The brk(2) value of the calling process is not altered by the attach. The segment will automatically be detached at process exit. The same segment may be attached as a read and as a read-write one, and more than once, in the process's address space.
A successful shmat() call updates the members of the shmid_ds structure (see shmctl(2)) associated with the shared memory segment as follows:
- shm_atime is set to the current time.
- shm_lpid is set to the process-ID of the calling process.

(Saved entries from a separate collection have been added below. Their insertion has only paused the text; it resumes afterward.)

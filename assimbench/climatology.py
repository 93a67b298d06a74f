"""Climatological mean and covariance of a model from one long free run.

Used by 3D-Var (B = b_scale x climatological covariance) and by the
climatology reference run. Computed once per model setting in a process and
kept in memory (the computation is a fraction of a second for Lorenz-96 n=40).
"""

import jax
import jax.numpy as jnp
import numpy as np

from assimbench.integrators import make_flow
from assimbench.models import Model

_CACHE: dict = {}


def climatology(model: Model, samples: int = 20000, spacing: float = 0.1, seed: int = 0):
    """(mean (n,), covariance (n, n)) from ``samples`` states ``spacing`` apart on the attractor.

    The run starts from the model's first guess, is spun up, and uses the
    model's default parameters. Samples 0.1 time units apart on Lorenz-96
    are nearly independent (its decorrelation time is a few tenths; from memory).
    """
    key = (model.name, model.size, model.dt, tuple(sorted(model.params.items())), samples, spacing, seed)
    if key not in _CACHE:
        spin = make_flow(model.tendency, model.dt, max(1, round(model.spinup_time / model.dt)))
        step = make_flow(model.tendency, model.dt, max(1, round(spacing / model.dt)))
        params = {k: jnp.asarray(v) for k, v in model.params.items()}

        @jax.jit
        def trajectory(key):
            x0 = spin(model.first_guess(key, params), params)
            return jax.lax.scan(lambda x, _: (step(x, params),) * 2, x0, None, length=samples)[1]

        states = np.asarray(trajectory(jax.random.PRNGKey(seed)))
        _CACHE[key] = (states.mean(axis=0), np.cov(states, rowvar=False).reshape(model.size, model.size))
    return _CACHE[key]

- shm_nattch is incremented by one.
shmdt()¶
shmdt() detaches the shared memory segment located at the address specified by shmaddr from the address space of the calling process. The to-be-detached segment must be currently attached with shmaddr equal to the value returned by the attaching shmat() call.
On a successful shmdt() call, the system updates the members of the shmid_ds structure associated with the shared memory segment as follows:
- shm_dtime is set to the current time.
- shm_lpid is set to the process-ID of the calling process.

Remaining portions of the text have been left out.